## REQUIRED WORK
Can you quote, word for word, every line from the first line of the records below through the line containing "process.on('SIGINT', () =>", and nothing else?

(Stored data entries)

┏━━

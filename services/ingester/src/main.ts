import { readFileSync } from 'node:fs';
import type { Logger } from '@thermargin/shared/log';
import { fleetSchema, parseOrThrow } from '@thermargin/shared';
import { openSampleStore } from '@thermargin/store';
import { readIngesterConfig } from './config.ts';
import { createIngester } from './ingester.ts';
import { vehicleMapSpecs } from './vehicle-readings.ts';

/** `node --import tsx services/ingester/src/main.ts`: configured by env vars (see README.md). */
const log: Logger = (event, detail) =>
  process.stderr.write(`${JSON.stringify({ time: new Date().toISOString(), event, ...detail })}\n`);

const config = readIngesterConfig();
const fleet = parseOrThrow(
  fleetSchema,
  JSON.parse(readFileSync(config.fleet_file, 'utf8')),
  config.fleet_file,
);
const store = openSampleStore(config.store);
const ingester = createIngester(config, {
  store,
  known_vehicles: new Set(fleet.vehicles.map((v) => v.id)),
  vehicle_maps: vehicleMapSpecs(fleet, config.fleet_file),
  log,
});

let stopping = false;
async function shutdown(signal: string): Promise<void> {
  if (stopping) return;
  stopping = true;
  log('shutdown', { signal });
  await ingester.stop();
  await store.close();
  process.exit(0);
}
process.on('SIGTERM', () => void shutdown('SIGTERM'));
process.on('SIGINT', () => void shutdown('SIGINT'));

await ingester.start();
log('metrics', { port: ingester.metrics_port });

┗━━

## SOLVED PROBLEM
filename services/ingester/src/main.ts
import { readFileSync } from 'node:fs';
import type { Logger } from '@thermargin/shared/log';
import { fleetSchema, parseOrThrow } from '@thermargin/shared';
import { openSampleStore } from '@thermargin/store';
import { readIngesterConfig } from './config.ts';
import { createIngester } from './ingester.ts';
import { vehicleMapSpecs } from './vehicle-readings.ts';

/** `node --import tsx services/ingester/src/main.ts`: configured by env vars (see README.md). */
const log: Logger = (event, detail) =>
  process.stderr.write(`${JSON.stringify({ time: new Date().toISOString(), event, ...detail })}\n`);

const config = readIngesterConfig();
const fleet = parseOrThrow(
  fleetSchema,
  JSON.parse(readFileSync(config.fleet_file, 'utf8')),
  config.fleet_file,
);
const store = openSampleStore(config.store);
const ingester = createIngester(config, {
  store,
  known_vehicles: new Set(fleet.vehicles.map((v) => v.id)),
  vehicle_maps: vehicleMapSpecs(fleet, config.fleet_file),
  log,
});

let stopping = false;
async function shutdown(signal: string): Promise<void> {
  if (stopping) return;
  stopping = true;
  log('shutdown', { signal });
  await ingester.stop();
  await store.close();
  process.exit(0);
}
process.on('SIGTERM', () => void shutdown('SIGTERM'));
process.on('SIGINT', () => void shutdown('SIGINT'));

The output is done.